Les perspectives de carrière sont réelles : un aide-soignant peut évoluer vers un poste de tuteur de nouveaux arrivants, de référent qualité, puis reprendre des études pour devenir infirmier. Un auxiliaire de vie expérimenté peut devenir responsable de secteur ou formateur. Certains choisissent la voie de l’encadrement (cadre de santé, direction d’établissement), d’autres celle de la spécialisation (soins palliatifs, géronto-psychiatrie, coordination en parcours de santé). Dans un contexte de pénurie de main-d’œuvre qualifiée, les employeurs sont de plus en plus enclins à soutenir la formation et l’évolution professionnelle de leurs salariés.
La dimension relationnelle et émotionnelle du travail auprès des aînés
Si les compétences techniques sont indispensables, ce qui marque le plus les professionnels du grand âge, ce sont les rencontres humaines. Travailler auprès des personnes âgées, c’est entrer dans l’intimité de leurs histoires, écouter des récits de vie, partager des joies simples, accompagner des moments de fragilité ou de fin de vie. Cette dimension relationnelle est souvent décrite comme une source profonde de satisfaction et de sens.

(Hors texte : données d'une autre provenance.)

import { auditQuerySchema } from '$lib/schemas/people';
import { fromCursor, pageQuery } from '$lib/server/pageQuery';
import { listAudit } from '$lib/server/people/auditLog';
import { requireRole } from '$lib/server/people/roles';
import type { PageServerLoad } from './$types';

export const load: PageServerLoad = async ({ url }) => {
	requireRole('administrator');
	const query = pageQuery(url.searchParams, auditQuerySchema);
	return { query, ...(await fromCursor(query, listAudit)) };
};
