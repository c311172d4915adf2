import { error } from '@sveltejs/kit';
import { rootOf, toothOf } from '$lib/anatomy/teeth';
import { expectationOf } from '$lib/server/inference/expectationRequest';
import { sourcesById } from '$lib/server/table/sources';
import { rootShapeOf } from '$lib/server/table/rootShape';
import { describeTooth } from '$lib/server/table/teeth';
import type { PageServerLoad } from './$types';

export const load: PageServerLoad = async ({ params }) => {
	const tooth = toothOf(params.tooth);
	if (!tooth) error(404, 'Unknown tooth.');
	const [described, roots] = await Promise.all([
		describeTooth(tooth),
		Promise.all(
			tooth.roots.map(async (id) => {
				const root = rootOf(tooth.id, id)!;
				const [expectation, shape] = await Promise.all([
					expectationOf(tooth, root, {}),
					rootShapeOf(tooth.id, id)
				]);
				return { root: { id, name: root.name }, expectation, shape };
			})
		)
	]);
	const cited = [
		...described.rootCounts,
		...described.canalCounts,
		...described.lengths,
		...described.features.flatMap(({ studies }) => studies),
		...roots.flatMap(({ expectation }) => [
			...expectation.features.flatMap(({ studies }) => studies),
			...expectation.questions[0].studies
		])
	].map(({ source }) => source);
	return { tooth: described, kind: tooth.kind, roots, sources: await sourcesById([...new Set(cited)]) };
};
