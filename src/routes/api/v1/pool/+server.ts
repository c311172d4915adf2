import { poolRequestSchema } from '$lib/schemas/pool';
import { endpoint, readBody } from '$lib/server/api/endpoint';
import { poolOf } from '$lib/server/inference/estimator';

export const POST = endpoint(async (event) => {
	const { studies, level } = await readBody(event, poolRequestSchema);
	return poolOf(studies, level);
});
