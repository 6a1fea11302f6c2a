import { defineConfig } from "vitest/config";

const long = "tests/**/*.long.test.ts";
const exclude = [long];

export default defineConfig({
  root: new URL("..", import.meta.url).pathname,
  test: {
    testTimeout: 120_000,
    projects: [
      { extends: true, test: { name: "unit", include: ["tests/unit/**/*.test.ts"], exclude } },
      { extends: true, test: { name: "references", include: ["tests/references/**/*.test.ts"], exclude } },
      { extends: true, test: { name: "end-to-end", include: ["tests/end-to-end/**/*.test.ts"], exclude } },
      // Minutes to hours: `npm run test:long`.
      { extends: true, test: { name: "long", include: [long] } },
    ],
  },
});
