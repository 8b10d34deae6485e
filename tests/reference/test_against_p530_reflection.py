"""Ground reflection against hand calculations from Rec. ITU-R P.530-19, sections 6.1.2 and 6.2.1, as printed.

The printed forms round c to 3e8 m/s, take the Earth as 6375 km in (121) and twice 6370 km in the heights above the plane; the
rows below were worked out with those constants, in double precision, and are tried with them here.
"""

import dataclasses

import numpy as np
import pytest

from fellspan.propagation import (
    amplitude_from_height_scan,
    complex_permittivity,
    frequency_separation_hz,
    ground_permittivity,
    partial_surface_factor,
    path_difference_wavelengths,
    pitch_of_minima_m,
    reflected_ray_angles_rad,
    reflecting_zone_length_m,
    reflecting_zone_width_m,
    reflection_coefficient,
    roughness_factor,
    smooth_up_to_m,
    specular_geometry,
    water_permittivity,
)

PRINTED_SIX_GHZ = 6e9 * 299_792_458.0 / 3e8
"""The frequency whose exact wavelength is the printed 0.3/6 m."""

HAND = [
    # h1, h2, km, k, d1 km, phi mrad, D, h1', h2', path difference in wavelengths at 6 GHz (hand calculation)
    (100.0, 50.0, 30.0, 4.0 / 3.0, 19.3031, 4.04503, 0.84505, 78.0645, 43.2639, 4.50317),
    (60.0, 60.0, 40.0, 4.0 / 3.0, 20.0, 1.82353, 0.66077, 36.4521, 36.4521, 1.32876),
    (100.0, 50.0, 30.0, 1e9, 20.0, 5.0, 1.0, 100.0, 50.0, 6.66667),
    (100.0, 50.0, 30.0, 0.67382, 18.7674, 3.14389, 0.70003, 58.9705, 35.3024, 2.77574),
]


@pytest.mark.parametrize(("h1", "h2", "km", "k", "d1", "phi", "divergence", "a", "b", "tau"), HAND)
def test_point_angle_divergence_and_path_difference(
    h1: float,
    h2: float,
    km: float,
    k: float,
    d1: float,
    phi: float,
    divergence: float,
    a: float,
    b: float,
    tau: float,
) -> None:
    found = specular_geometry(km * 1e3, height_a_m=h1, height_b_m=h2, k=k, earth_radius_m=6375e3)
    assert found.from_a_m / 1e3 == pytest.approx(d1, abs=5.1e-5)
    assert found.grazing_rad * 1e3 == pytest.approx(phi, abs=5.1e-6)
    assert found.divergence == pytest.approx(divergence, abs=5.1e-6)
    tangent_a = h1 - float(found.from_a_m) ** 2 / (2.0 * 6370e3 * k)
    tangent_b = h2 - float(found.from_b_m) ** 2 / (2.0 * 6370e3 * k)
    assert tangent_a == pytest.approx(a, abs=5.1e-5)
    assert tangent_b == pytest.approx(b, abs=5.1e-5)
    wavelengths = path_difference_wavelengths(
        km * 1e3, tangent_a_m=tangent_a, tangent_b_m=tangent_b, frequency_hz=PRINTED_SIX_GHZ
    )
    assert wavelengths == pytest.approx(tau, abs=5.1e-6)


def test_our_earth_radius_moves_the_first_row_as_worked_out_by_hand() -> None:
    found = specular_geometry(30e3, height_a_m=100.0, height_b_m=50.0, k=4.0 / 3.0)
    assert found.divergence == pytest.approx(0.84495, abs=5.1e-6)
    assert found.grazing_rad * 1e3 == pytest.approx(4.04444, abs=1e-5)


@pytest.mark.parametrize(
    ("surface", "degrees", "horizontal", "vertical"),
    [
        ("sea", (1.0, 5.0, 30.0), (0.99588, 0.97959, 0.88846), (0.74240, 0.15669, 0.62108)),
        ("wet ground", (1.0, 5.0, 15.0), (0.99097, 0.95570, 0.874), (0.86933, 0.48364, 0.0749)),
        ("medium dry ground", (1.0, 5.0, 15.0), (0.98988, 0.95049, 0.860), (0.87868, 0.51262, 0.0416)),
    ],
)
def test_coefficients_at_6_ghz(
    surface: str, degrees: tuple[float, ...], horizontal: tuple[float, ...], vertical: tuple[float, ...]
) -> None:
    if surface == "sea":
        eta = complex_permittivity(70.0, conductivity_s_m=5.0, frequency_hz=6e9)
    else:
        eta = ground_permittivity(surface, frequency_hz=6e9)  # type: ignore[arg-type]
    angle = np.radians(degrees)
    for polarization, hand in (("horizontal", horizontal), ("vertical", vertical)):
        found = np.abs(reflection_coefficient(angle, permittivity=eta, polarization=polarization))
        # the last column of the ground rows is printed to three or four decimals
        assert found == pytest.approx(hand, abs=5.1e-4 if hand[2] in (0.874, 0.860) else 5.1e-5)
        assert found[:2] == pytest.approx(hand[:2], abs=5.1e-6)


def test_water_relaxations() -> None:
    # pure water at 20 degrees Celsius (hand calculation)
    hand = (79.815 - 4.394j, 78.606 - 10.375j, 72.245 - 22.898j, 60.789 - 32.721j, 10.879 - 19.724j)
    found = water_permittivity(np.array([1.0, 2.4, 5.8, 10.0, 60.0]) * 1e9)
    assert np.abs(found - np.array(hand)).max() < 8e-4


def test_zone_on_the_ground_roughness_and_smoothness() -> None:
    length = reflecting_zone_length_m(30e3, height_a_m=100.0, height_b_m=50.0, frequency_hz=PRINTED_SIX_GHZ)
    assert length == pytest.approx(7098.6, abs=0.051)
    assert reflecting_zone_width_m(30e3, frequency_hz=PRINTED_SIX_GHZ) == pytest.approx(38.73, abs=0.0051)
    assert roughness_factor([0.5, 1.2575, 2.0, 4.82]) == pytest.approx([0.89902, 0.51369, 0.31193, 0.12], abs=5.1e-6)
    # Rayleigh's criterion, 6 GHz, 5 mrad (hand calculation with the exact speed of light)
    assert smooth_up_to_m(5e-3, frequency_hz=6e9) == pytest.approx(1.249, abs=5.1e-4)


def test_partial_surface_as_printed() -> None:
    # sqrt(f (h1 + h2)^4 dx^2 1e-2 / (3 h1 h2 d^3)), GHz, m, km (hand calculation); more than the zone counts as all of it
    hand = np.sqrt(6.0 * 150.0**4 * 1.5**2 * 1e-2 / (3.0 * 5000.0 * 30.0**3))
    given = {"distance_m": 30e3, "height_a_m": 100.0, "height_b_m": 50.0, "frequency_hz": PRINTED_SIX_GHZ}
    assert partial_surface_factor(1500.0, **given) == pytest.approx(hand, rel=1e-12)
    assert partial_surface_factor(9000.0, **given) == 1.0


def test_amplitude_from_a_height_scan() -> None:
    assert amplitude_from_height_scan([3.0, 6.0, 10.0, 20.0]) == pytest.approx(
        [0.1710, 0.3323, 0.5195, 0.8182], abs=5.1e-5
    )
    assert amplitude_from_height_scan(0.0) == 0.0


def test_angles_between_the_rays() -> None:
    found = specular_geometry(30e3, height_a_m=100.0, height_b_m=50.0, k=4.0 / 3.0, earth_radius_m=6375e3)
    drop = [float(along) ** 2 / (2.0 * 6370e3 * 4.0 / 3.0) for along in (found.from_a_m, found.from_b_m)]
    found = dataclasses.replace(found, tangent_a_m=100.0 - drop[0], tangent_b_m=50.0 - drop[1])
    at_a, at_b = np.degrees(reflected_ray_angles_rad(found, height_a_m=100.0, height_b_m=50.0))
    assert at_a == pytest.approx(0.16525, abs=5.1e-6)
    assert at_b == pytest.approx(0.29820, abs=5.1e-6)


def test_spacing_of_antennas_and_frequencies() -> None:
    given = {"distance_m": 30e3, "frequency_hz": PRINTED_SIX_GHZ}
    assert pitch_of_minima_m(other_tangent_m=43.2639, **given) == pytest.approx(17.335, abs=5.1e-4)
    assert pitch_of_minima_m(other_tangent_m=78.0645, **given) == pytest.approx(9.607, abs=5.1e-4)
    separation = frequency_separation_hz(30e3, tangent_a_m=78.0645, tangent_b_m=43.2639)
    assert separation * 3e8 / 299_792_458.0 == pytest.approx(666.2e6, abs=0.051e6)
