"""Free space against Rec. ITU-R P.525: values worked by hand from 20 log10(4 pi d / wavelength), c = 299 792 458 m/s."""

import numpy as np
import pytest

from fellspan.propagation import free_space_loss_db

# Rounded to 0.001 dB, hence half of that as tolerance.
HAND = [(2.4e9, 10e3, 120.052), (5.8e9, 20e3, 133.737), (11e9, 50e3, 147.255), (60e9, 500.0, 121.990)]


@pytest.mark.parametrize(("frequency_hz", "distance_m", "loss_db"), HAND)
def test_hand_values(frequency_hz: float, distance_m: float, loss_db: float) -> None:
    assert free_space_loss_db(distance_m, frequency_hz=frequency_hz) == pytest.approx(loss_db, abs=5e-4)


def test_practical_constant_of_p452() -> None:
    # P.452-18, equation (8), prints the constant as 92.4 for GHz and km: rounded to 0.1 dB.
    assert free_space_loss_db(1000.0, frequency_hz=1e9) == pytest.approx(92.4, abs=0.05)


def test_six_db_for_twice_the_distance() -> None:
    near, far = free_space_loss_db(np.array([1e3, 2e3]), frequency_hz=5e9)  # type: ignore[misc]
    assert far - near == pytest.approx(20 * np.log10(2), abs=1e-12)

Dans le même temps, l’implication émotionnelle peut être éprouvante : voir décliner l’état d’une personne que l’on accompagne depuis des mois, annoncer une mauvaise nouvelle à une famille, gérer les deuils successifs. Pour durer dans ces métiers, il est essentiel d’apprendre à poser des limites, à prendre du recul et à s’appuyer sur le collectif : réunions d’équipe, groupes de parole, supervision, formation continue. Comme un sportif de haut niveau, vous avez besoin de temps de récupération et de soutien pour continuer à « donner le meilleur » sans vous épuiser.
Cette dimension émotionnelle fait aussi la richesse du secteur. Vous développez au fil du temps des compétences transversales très recherchées : empathie, écoute active, gestion du stress, intelligence émotionnelle. Autant d’atouts qui vous serviront tout au long de votre parcours professionnel, que vous restiez dans les métiers du grand âge ou que vous choisissiez un jour d’autres horizons.
Les enjeux du vieillissement démographique et les perspectives d’emploi à horizon 2030
Le vieillissement démographique est une réalité durable : selon l’INSEE, un Français sur trois aura plus de 60 ans en 2050, et la part des personnes de plus de 85 ans va plus que doubler. D’ici 2030, les besoins en professionnels du grand âge vont donc continuer à croître, tant en établissement qu’à domicile. Cette évolution fait des métiers auprès des personnes âgées l’un des principaux gisements d’emplois en France, avec des dizaines de milliers de postes à pourvoir chaque année.
Les pouvoirs publics encouragent le développement de solutions de maintien à domicile, de résidences services seniors, de plateformes de coordination et de lieux d’accueil de jour. De nouveaux métiers émergent à l’interface du sanitaire, du social et du numérique : coordinateur de parcours, aidant numérique pour seniors, conseiller en adaptation du logement, etc. Pour vous, cela signifie des opportunités variées, proches de chez vous, avec la possibilité de vous spécialiser ou de diversifier vos missions au fil du temps.
Au-delà des chiffres, le vieillissement de la population nous invite à repenser notre modèle de société : quelle place souhaitons-nous donner à nos aînés ? Comment garantir leur autonomie, leur sécurité et leur participation à la vie sociale ? En choisissant de travailler auprès des personnes âgées, vous apportez une réponse concrète à ces enjeux. Vous devenez un acteur clé de la cohésion sociale, au cœur d’un secteur en pleine transformation, où les compétences humaines ont plus que jamais toute leur place.